陈永福没有说话,他知道李国良说得对,但他不能不去。
他走了过去。
茨厂街。
人群越聚越多。
不仅仅是茨厂街,整个隆市的华人区都开始有人聚集。
有的是青年团的巡逻队员,有的是店铺的店主,有的是住在附近的居民。
他们从各自的店铺里、家里、巷子里走出来,站在街边,三五成群地低声议论。
林志强站在茨厂街的街口,手里的铁管换了一根更长的,一头磨得尖尖的,插在地上,像一根长矛。

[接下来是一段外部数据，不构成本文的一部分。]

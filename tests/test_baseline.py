"""Approved baselines and drift (results-format v1, "Baseline file" and "Exit codes").

Scenario tests run in temporary git repositories. The numbers are checked against values
derived outside loopvet (see ``tests/scenario.py``): for L = k/(s(s+1)(s+2)) the gain margin
is 20 log10(6/k) dB (Routh-Hurwitz ultimate gain 6) and the phase margin comes from the
positive root of x^3 + 5x^2 + 4x - k^2 (x = w^2), solved with numpy.
"""

from __future__ import annotations

import hashlib
import json
import math
import os
import signal
import subprocess
import sys
import time
from pathlib import Path

import pytest

from loopvet import baseline as bl
from loopvet.drift import compare_value, metric_changes, tolerance

from .conftest import ROOT
from .scenario import (
    LOOP_B,
    gain_margin_db,
    loop_a,
    make_repo,
    phase_margin_deg,
    run,
    write,
)

BASELINE = Path("reports") / "baseline.json"
EPOCH = "1700000000"                     # 2023-11-14T22:13:20Z (date -u -d @1700000000)


@pytest.fixture
def repo(tmp_path: Path, monkeypatch: pytest.MonkeyPatch) -> Path:
    """Two records (loop a at k = 2, loop b) committed and approved."""
    monkeypatch.setenv("SOURCE_DATE_EPOCH", EPOCH)
    r = make_repo(tmp_path / "repo", {"designs/a.yaml": loop_a(2), "designs/b.yaml": LOOP_B})
    done = run(r, "approve", "--by", "Reviewer One", "--note", "first approval")
    assert done.code == 0, done.err
    return r


def _results(repo: Path) -> dict:
    return json.loads((repo / "reports" / "latest" / "results.json").read_text())


def _design(data: dict, name: str) -> dict:
    return next(d for d in data["designs"] if d["name"] == name)


def _change(block: dict, key: str, scope: str = "nominal") -> dict:
    return next(c for c in block["changes"] if c["key"] == key and c["scope"] == scope)


# ------------------------------------------------------------------------------- approve

def test_approve_writes_a_sorted_pretty_baseline(repo: Path):
    text = (repo / BASELINE).read_text()
    data = json.loads(text)
    assert text == json.dumps(data, indent=2, sort_keys=True, ensure_ascii=False) + "\n"
    entry = data["designs"]["loop-a"]
    raw = (repo / "designs" / "a.yaml").read_bytes()
    assert entry["record_sha256"] == hashlib.sha256(raw).hexdigest()
    assert "\n".join(entry["record_lines"]).encode() == raw
    assert entry["revision"] == 1 and entry["path"] == "designs/a.yaml"
    assert entry["approved_by"] == "Reviewer One" and entry["note"] == "first approval"
    assert entry["approved_at"] == "2023-11-14T22:13:20Z"
    assert entry["status"] == "pass" and entry["failing_accepted"] is False
    assert math.isclose(entry["metrics"]["gain_margin_db"], gain_margin_db(2), rel_tol=1e-9)
    assert math.isclose(entry["metrics"]["phase_margin_deg"], phase_margin_deg(2),
                        rel_tol=1e-7)
    pm = next(r for r in entry["requirements"] if r["key"] == "phase_margin_deg")
    assert pm["scope"] == "nominal" and pm["status"] == "pass" and pm["bound"] == {"min": 20}
    assert math.isclose(pm["value"], phase_margin_deg(2), rel_tol=1e-7)
    assert data["settings"] == bl.fingerprint()
    assert data["settings"]["tool_version"] and data["kind"] == "baseline"


def test_approving_unchanged_records_changes_no_byte(repo: Path, monkeypatch):
    before = (repo / BASELINE).read_bytes()
    monkeypatch.setenv("SOURCE_DATE_EPOCH", "1800000000")
    done = run(repo, "approve", "--by", "Someone Else")
    assert done.code == 0 and "already up to date" in done.err
    assert (repo / BASELINE).read_bytes() == before


def test_approver_defaults_to_the_git_user(repo: Path):
    from .scenario import git

    git(repo, "config", "user.name", "Ada From Git")
    write(repo, {"designs/a.yaml": loop_a(1.5, rev=2)})
    assert run(repo, "approve", "designs/a.yaml").code == 0
    entries = json.loads((repo / BASELINE).read_text())["designs"]
    assert entries["loop-a"]["approved_by"] == "Ada From Git"
    assert "note" not in entries["loop-a"]
    # the other design's entry is kept exactly as it was
    assert entries["loop-b"]["approved_by"] == "Reviewer One"


def test_approve_refuses_invalid_and_failing_records(repo: Path):
    before = (repo / BASELINE).read_bytes()
    write(repo, {"designs/a.yaml": loop_a(2).replace("revision: 1", "revision: one")})
    done = run(repo, "approve")
    assert done.code == 3 and "designs/a.yaml" in done.err and "revision" in done.err
    assert (repo / BASELINE).read_bytes() == before
    # k = 7 is past the ultimate gain 6: unstable, so the record fails
    write(repo, {"designs/a.yaml": loop_a(7, rev=2)})
    done = run(repo, "approve")
    assert done.code == 1 and "--accept-failing" in done.err
    assert (repo / BASELINE).read_bytes() == before
    done = run(repo, "approve", "--accept-failing", "--by", "R")
    assert done.code == 0 and "failing, accepted" in done.err
    entry = json.loads((repo / BASELINE).read_text())["designs"]["loop-a"]
    assert entry["status"] == "fail" and entry["failing_accepted"] is True


# --------------------------------------------------------------------------------- drift

def test_unchanged_fleet_exits_0(repo: Path):
    done = run(repo, "check", "designs")
    assert done.code == 0, done.out + done.err
    data = _results(repo)
    block = _design(data, "loop-a")["baseline"]
    assert block["status"] == "unchanged" and block["changes"] == []
    assert block["approved_revision"] == 1 and block["content_changed"] is False
    assert data["baseline"]["comparable"] is True
    assert data["summary"]["degraded"] == 0 and data["summary"]["revision_not_bumped"] == 0


def test_retune_without_revision_bump_exits_4(repo: Path):
    write(repo, {"designs/a.yaml": loop_a(1.5)})             # better margins, same revision
    done = run(repo, "check", "designs")
    assert done.code == 4, done.out
    block = _design(_results(repo), "loop-a")["baseline"]
    assert block["content_changed"] is True and block["revision_bumped"] is False
    assert block["status"] == "improved"
    assert "its revision is still r1: bump the revision" in done.out
    assert _results(repo)["summary"]["revision_not_bumped"] == 1


def test_bump_and_degrade_exits_4_with_the_delta(repo: Path):
    write(repo, {"designs/a.yaml": loop_a(2.5, rev=2)})
    done = run(repo, "check", "designs")
    assert done.code == 4, done.out
    block = _design(_results(repo), "loop-a")["baseline"]
    assert block["status"] == "degraded" and block["revision_bumped"] is True
    gm = _change(block, "gain_margin_db")
    expected = gain_margin_db(2.5) - gain_margin_db(2)          # 20 log10(0.8) dB
    assert gm["verdict"] == "degraded" and gm["tolerance"] == 0.05
    assert math.isclose(gm["delta"], expected, rel_tol=1e-8), gm
    pm = _change(block, "phase_margin_deg")
    assert math.isclose(pm["delta"], phase_margin_deg(2.5) - phase_margin_deg(2),
                        rel_tol=1e-6), pm
    # shown to people with the record value that caused it
    assert f"gain_margin_db: {gain_margin_db(2):.4g} -> {gain_margin_db(2.5):.4g} " \
           f"({expected:+.4g}, WORSE; tolerance 0.05)" in done.out
    assert "record: controller transfer: '2' -> '2.5'" in done.out
    assert "record: revision: 1 -> 2" in done.out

他的身后站着二十多个青年团的年轻人,手里都拿着家伙。
铁棍、木棍、钢管、水管,什么都有,就是没有枪。
“志强哥,”
阿忠跑过来,气喘吁吁。
“南边来了上百个马人,拿着刀和棍子,往这边来了,北边也有,也有几十个。”
“两边夹过来,我们被堵在中间了。”
林志强咬了咬牙。
“陈先生呢?他来了没有?”
“在路上,李先生说他马上到。”
林志强深吸了一口气,转身对着身后的人喊了一嗓子。
“所有人听好了!不要先动手!谁先动手谁就输了!”
“我们是自卫,不是闹事!他们不过来,我们不动!他们过来了,我们挡!挡不住就跑!跑不掉就躲!保命要紧!”
人群中有人喊了一句。
“志强哥,他们杀了阿坤,我们还要躲?”
林志强的嗓子一下子堵住了,他看着那个人,是一个年轻的小伙子,二十出头,脸上带着泪痕,手里攥着一根水管,指关节都发白了。
“不是躲,是活着,活着才能替阿坤讨公道。”
林志强把声音压下来。
“死了,就什么都没有了。”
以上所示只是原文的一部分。